# Avaliação do potencial eólico em Cascais



## jonas_87 (11 Ago 2014 às 21:53)

Estudo bem interessante.



















http://projecto-cascais-igot.weebly...a-instalaccedilatildeo-de-micro-turbinas.html


----------



## CptRena (12 Ago 2014 às 00:47)

Mais uns ecos (meteorologicamente falsos) para o radar de Coruche


----------



## NunoC (14 Out 2014 às 12:56)

Muito interessante... É pena as pessoas competentes não estarem atentas aproveitarmos as coisas como devíamos aproveitar!


----------



## jonas_87 (14 Out 2014 às 14:15)

NunoC disse:


> Muito interessante... É pena as pessoas competentes não estarem atentas aproveitarmos as coisas como devíamos aproveitar!

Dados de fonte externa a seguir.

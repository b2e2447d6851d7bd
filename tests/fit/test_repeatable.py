"""The same voxels give the same bits: on any number of threads, in any order, in any process."""

from __future__ import annotations

import multiprocessing
from concurrent.futures import ProcessPoolExecutor, ThreadPoolExecutor

import numba
import numpy as np
import pytest

from liverfe.fit import ESTIMATORS, DecayRows, blocks, fit_rows
from tests.fit.decays import SIGMA_ONE, TWELVE_MS, decay, magnitudes

FIELDS = ("r2star_per_s", "s0", "r2star_se_per_s", "reduced_chi2", "outcome")


@pytest.fixture(scope="module")
def signal() -> np.ndarray:
    """Voxels of all kinds, among them some that are noise, and one that is no number."""
    rng = np.random.default_rng(41)
    n_voxels = 2 * 16_384 + 777
    snr = rng.uniform(0, 120, n_voxels)
    rows = magnitudes(decay(snr, rng.uniform(5, 2500, n_voxels), TWELVE_MS), rng)
    rows[5, 3] = np.nan
    return rows


@pytest.fixture(scope="module")
def expected(signal: np.ndarray) -> DecayRows:
    return fit_rows(signal, TWELVE_MS, SIGMA_ONE, 1)


def assert_same(one: DecayRows, other: DecayRows) -> None:
    for name in FIELDS:
        np.testing.assert_array_equal(getattr(one, name), getattr(other, name), err_msg=name)


@pytest.mark.parametrize("n_threads", [1, 2, 5])
@pytest.mark.parametrize("block", [1_000, 16_384])
def test_threads_and_blocks_change_no_bit(
    signal: np.ndarray, expected: DecayRows, n_threads: int, block: int,
    monkeypatch: pytest.MonkeyPatch,
) -> None:  # fmt: skip
    monkeypatch.setattr(numba.config, "NUMBA_NUM_THREADS", n_threads)
    monkeypatch.setattr(blocks, "_BLOCK", block)
    assert_same(fit_rows(signal, TWELVE_MS, SIGMA_ONE, 1), expected)


def test_order_and_subset_change_no_bit(signal: np.ndarray, expected: DecayRows) -> None:
    chosen = np.random.default_rng(42).permutation(len(signal))[:3000]
    fitted = fit_rows(signal[chosen], TWELVE_MS, SIGMA_ONE, 1)
    for name in FIELDS:
        np.testing.assert_array_equal(getattr(fitted, name), getattr(expected, name)[chosen])
    alone = fit_rows(signal[:1], TWELVE_MS, SIGMA_ONE, 1)
    assert alone.r2star_per_s[0] == expected.r2star_per_s[0]


def test_calls_from_four_threads_at_once_change_no_bit(
    signal: np.ndarray, expected: DecayRows
) -> None:
    with ThreadPoolExecutor(4) as pool:
        calls = [pool.submit(fit_rows, signal, TWELVE_MS, SIGMA_ONE, 1) for _ in range(4)]
        for call in calls:
            assert_same(call.result(), expected)


def test_a_spawned_process_gives_the_same_bits(signal: np.ndarray, expected: DecayRows) -> None:
    few = slice(0, 20_000)  # more than a block: the worker uses threads of its own
    with ProcessPoolExecutor(1, mp_context=multiprocessing.get_context("spawn")) as pool:
        fitted = pool.submit(fit_rows, signal[few], TWELVE_MS, SIGMA_ONE, 1).result(timeout=120)
    for name in FIELDS:
        np.testing.assert_array_equal(getattr(fitted, name), getattr(expected, name)[few])


@pytest.mark.parametrize("estimator", ESTIMATORS[1:])
def test_the_other_estimators_do_not_hang_on_blocks_either(
    signal: np.ndarray, estimator: str, monkeypatch: pytest.MonkeyPatch
) -> None:
    some = signal[:3000]
    whole = fit_rows(some, TWELVE_MS, SIGMA_ONE, 1, model=estimator)
    monkeypatch.setattr(blocks, "_BLOCK", 701)
    monkeypatch.setattr(numba.config, "NUMBA_NUM_THREADS", 3)
    assert_same(fit_rows(some, TWELVE_MS, SIGMA_ONE, 1, model=estimator), whole)
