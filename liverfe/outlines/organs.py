"""Which organ a region's name says it is.

Regions count as liver unless their name says another organ or tissue: those get R2* and no LIC.
"""

from __future__ import annotations

import re

_ORGAN_WORDS: dict[str, tuple[str, ...]] = {
    "spleen": ("spleen", "splenic"),
    "muscle": ("muscle", "paraspinal", "psoas", "erector"),
    "vessel": (
        "vessel", "vein", "artery", "arteries", "aorta", "vena", "portal", "cava", "ivc", "blood",
    ),
    "fat": ("fat", "adipose", "subcutaneous"),
    "kidney": ("kidney", "renal", "cortex", "medulla"),
    "pancreas": ("pancreas", "pancreatic"),
    "heart": ("heart", "myocardium", "septum", "cardiac"),
    "marrow": ("marrow", "vertebra", "vertebrae", "vertebral", "bone", "spine"),
    "gallbladder": ("gallbladder", "gall", "bile"),
    "lung": ("lung",),
    "lesion": (
        "lesion", "cyst", "tumour", "tumor", "haemangioma", "hemangioma", "metastasis",
        "metastases", "hcc", "abscess",
    ),
    "background": ("background", "air", "noise"),
    "phantom": ("vial", "tube", "phantom"),
}  # fmt: skip
"""Plurals with s are understood."""

_WITHOUT = ("without", "minus", "excluding", "excl", "except", "avoiding", "avoid", "sparing", "no")
"""What follows these is what the region leaves out."""


def organ_from_name(name: str) -> str:
    """Tell the organ or tissue that a region's name says.

    Parameters
    ----------
    name : str
        A region's name in any case, words parted by spaces, hyphens, underscores or digits.

    Returns
    -------
    str
        ``liver`` unless a word of the name is another organ or tissue. ``hepatic vein`` is a
        vessel; ``liver without vessels`` is liver, since what follows *without* is left out; ``not
        liver`` is ``other``.
    """
    words = re.split(r"[^a-z]+", name.lower().replace("w/o", "without"))
    for stop in _WITHOUT:
        if stop in words:
            words = words[: words.index(stop)]
    told = {*words, *(word.removesuffix("s") for word in words)}
    organ = next((o for o, names in _ORGAN_WORDS.items() if told & set(names)), "liver")
    return "other" if organ == "liver" and told & {"non", "not"} else organ


def is_whole_liver(name: str) -> bool:
    """Tell whether a region's name says that it is the liver as a whole."""
    words = [word for word in re.split(r"[^a-z]+", name.lower()) if word]
    return words in (["liver"], ["whole", "liver"])
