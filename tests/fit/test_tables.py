"""The tables that the compiled loops use, against the equations that they stand for."""

from __future__ import annotations

import numpy as np
import pytest

from liverfe.fit import signal
from liverfe.fit.tables import N_INTERVALS, look_up, signal_tables

STATED_ERROR = 1e-8
"""In the docstring of `liverfe.fit.tables`."""
CHANNELS = (1, 2, 4, 8, 16, 32, 64)


def arguments(scale: float, n_points: int) -> np.ndarray:
    """0, 1e-6 ... 1e6, and both sides of every joint between two pieces."""
    joints = np.arange(1, N_INTERVALS) / N_INTERVALS
    joints = np.concatenate([joints - 1e-9, joints, joints + 1e-9])
    return np.concatenate([[0.0], np.geomspace(1e-6, 1e6, n_points), scale * joints / (1 - joints)])


@pytest.mark.parametrize("n", CHANNELS)
def test_bessel_tables_hold_their_stated_error(n: int) -> None:
    tables = signal_tables(n)
    z = arguments(tables.product_scale, 20_000)
    u = z / (z + tables.product_scale)
    ratio = look_up(tables.ratio, u) - signal.bessel_ratio(z, n)
    kernel = look_up(tables.kernel, u) - (n - 0.5) * np.log(z + tables.product_scale)
    assert np.abs(ratio).max() < STATED_ERROR
    assert np.abs(kernel - signal.log_likelihood_kernel(z, n)).max() < STATED_ERROR


@pytest.mark.parametrize("n", CHANNELS)
def test_moment_tables_hold_their_stated_error(n: int) -> None:
    tables = signal_tables(n)
    a = arguments(tables.amplitude_scale, 300)
    u = a / (a + tables.amplitude_scale)
    excess = look_up(tables.excess, u) - signal.expected_excess(a, n)
    information = look_up(tables.information, u) - signal.information(a, n)
    assert np.abs(excess).max() < STATED_ERROR
    assert np.abs(information).max() < STATED_ERROR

Segundo me contaram ( um dos autores deste estudo), existe a hipótese de implementarem algumas turbinas eólicas ( com 20 mts de altura) em vários pontos do concelho, pelos menos o presidente da Câmara Municipal de Cascais ficou bastante agradado com o projecto, vamos ver.


----------



## StormRic (15 Out 2014 às 16:23)

jonas_87 disse:


> Segundo me contaram ( um dos autores deste estudo), existe a hipótese de implementarem algumas turbinas eólicas ( com 20 mts de altura) em vários pontos do concelho, pelos menos o presidente da Câmara Municipal de Cascais ficou bastante agradado com o projecto, vamos ver.



Não compreendo a necessidade de colocar no pequeno concelho de Cascais turbinas eólicas. Vão pô-las aonde? Só falta destruirem a paisagem da serra de Sintra, Peninha, Pedra Amarela, Pisão ou o pouco que resta do litoral "protegido" Biscaia, Guincho, Raso. Criminosa ideia. Pela forma como a Câmara de Cascais tem delapidado o que ainda há de verde no concelho (veja-se o projecto aprovado para a Mata dos Ingleses em Carcavelos, última mancha florestal junto ao litoral) espera-se tudo.
Será que os sucessivos incêndios na Biscaia e os "fogos preventivos" na encosta da Peninha/Malveira já têm algo a ver com isto?


----------



## StormRic (15 Out 2014 às 16:35)

jonas_87 disse:


> Segundo me contaram ( um dos autores deste estudo), existe a hipótese de implementarem algumas turbinas eólicas ( com 20 mts de altura) em vários pontos do concelho, pelos menos o presidente da Câmara Municipal de Cascais ficou bastante agradado com o projecto, vamos ver.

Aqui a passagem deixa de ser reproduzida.